Regarding the recent calls for the Government to review the feasibility of setting up a universal old age pension scheme, the spokesman noted the universal pension schemes operating under a pay-as-you-go system in Western countries had begun to experience financial problems.

"It is even more difficult for such a system to sustain in the face of ageing population and a shrinking pool of contributors. On the other hand, the personal pension account system, such as the MPF scheme, had gained general recognition in the international community.

"If the proposed universal old age pension scheme was introduced, the amount payable to the retirees under the MPF Scheme would be significantly affected, as the proposal has suggested that half of the payments originally belonged to members of the MPF scheme be set aside for the establishment of a universal pension fund, which is tantamount to pooling half of the MPF contributions for public distribution.
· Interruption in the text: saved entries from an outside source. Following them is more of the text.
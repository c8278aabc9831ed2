import { recipeEnvironment } from './environment';

/** A name that an expression reads, with its place in the expression's text. */
export interface NameRead {
  readonly scope: 'params' | 'landmarks';
  readonly name: string;
  readonly start: number;
  readonly end: number;
}

/** What went wrong in an expression and where in its text. */
export interface ExpressionFault {
  readonly problem: string;
  readonly start: number;
  readonly end: number;
}

export interface ParsedExpression {
  readonly reads: readonly NameRead[];
  /** Works the expression out; a fault when it cannot be. */
  evaluate(
    scope: Readonly<Record<string, unknown>>,
  ): { readonly value: unknown } | { readonly fault: ExpressionFault };
}

interface AstNode {
  readonly op: string;
  args: unknown;
  readonly start: number;
  readonly end: number;
}

function isNode(value: unknown): value is AstNode {
  return typeof value === 'object' && value !== null && 'op' in value && 'args' in value;
}

function toFault(error: unknown, text: string): ExpressionFault {
  const { summary, message, range } = error as {
    readonly summary?: string;
    readonly message?: string;
    readonly range?: { readonly start: number; readonly end: number } | null;
  };
  const words = (summary ?? message ?? 'unknown fault').split('\n')[0] ?? '';
  const problem = words.charAt(0).toLowerCase() + words.slice(1);
  const start = Math.min(range?.start ?? 0, text.length);
  return { problem, start, end: Math.max(range?.end ?? text.length, start) };
}

/**
 * Walks a syntax tree once: lists the names it reads, and turns whole literals into doubles, because every number
 * of a recipe is one and `1 / 2` must be a half.
 */
function prepare(root: AstNode): readonly NameRead[] {
  const reads: NameRead[] = [];
  const pending: unknown[] = [root];
  for (let item = pending.pop(); item !== undefined; item = pending.pop()) {
    if (Array.isArray(item)) pending.push(...item);
    if (!isNode(item)) continue;
    if (item.op === 'value') {
      if (typeof item.args === 'bigint') item.args = Number(item.args);
      continue;
    }
    if (item.op === '.' && Array.isArray(item.args)) {
      const [owner, name] = item.args as [unknown, unknown];
      if (isNode(owner) && owner.op === 'id' && typeof name === 'string') {
        if (owner.args === 'params' || owner.args === 'landmarks') {
          reads.push({ scope: owner.args, name, start: item.end - name.length, end: item.end });
          continue;
        }
      }
    }
    pending.push(item.args);
  }
  return reads.reverse();
}

/** Parses an expression (without its `=`). Never throws; a bad one gives a fault with its place in the text. */
export function parseExpression(text: string): ParsedExpression | { readonly fault: ExpressionFault } {
  try {
    const run = recipeEnvironment.parse(text);
    const reads = prepare(run.ast as unknown as AstNode);
    return {
      reads,
      evaluate(scope) {
        try {
          return { value: run(scope) };
        } catch (error) {
          return { fault: toFault(error, text) };
        }
      },
    };
  } catch (error) {
    return { fault: toFault(error, text) };
  }
}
One of the proposals goes even further and involves an increase of the profits tax rate by 1.75%.

"Hong Kong has been maintaining a simple tax system with a profits tax rate of 17.5%. A low tax rate can help attract foreign investments. As employers have already been making contributions to the MPF scheme for their employees, further requirement for them to contribute to a universal pension scheme would have an adverse impact on the overall business environment," the spokesman said.

The spokesman added that while taking a cosmopolitan outlook with Hong Kong's position as Asia's world city, Hong Kong people treasured many Chinese traditional values, such as "to honour the aged of the others as we honour our own". According to a survey done by the Census and Statistics Department, 61% of the elderly population received financial support from their children or relatives every month.
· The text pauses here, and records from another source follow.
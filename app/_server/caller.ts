import type { Knex } from 'knex';
import { type Action, can, type Subject } from './policy';
import { Refusal } from './refusal';
import type { Viewer } from './viewer';

/** What every operation is handed: who asks, from where, and the data to ask about. */
export interface Caller {
  readonly database: Knex;
  readonly viewer: Viewer | null;
  /** The network address the request came from, if it is known. */
  readonly address: string | null;
}

/** The viewer, or a refusal when nobody is signed in. */
export function demandViewer({ viewer }: Caller): Viewer {
  if (!viewer) throw new Refusal({ code: 'not-signed-in' });
  return viewer;
}

/** Refuses what the policy does not allow. For subjects the viewer may know of: others are never found at all. */
export function demandPermission(viewer: Viewer, action: Action, subject: Subject): void {
  if (!can(viewer, action, subject)) throw new Refusal({ code: 'forbidden' });
}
"We should cherish our traditional family values and should not shift the responsibility of supporting the elders to the community. Moreover, 'saving up' has always been a virtue of the Chinese society as well as a key factor in personal financial management and financial security. People in Hong Kong, which is one of the freest economies in the world, should have the freedom to make their own financial arrangements and set their own priorities for the use of their savings."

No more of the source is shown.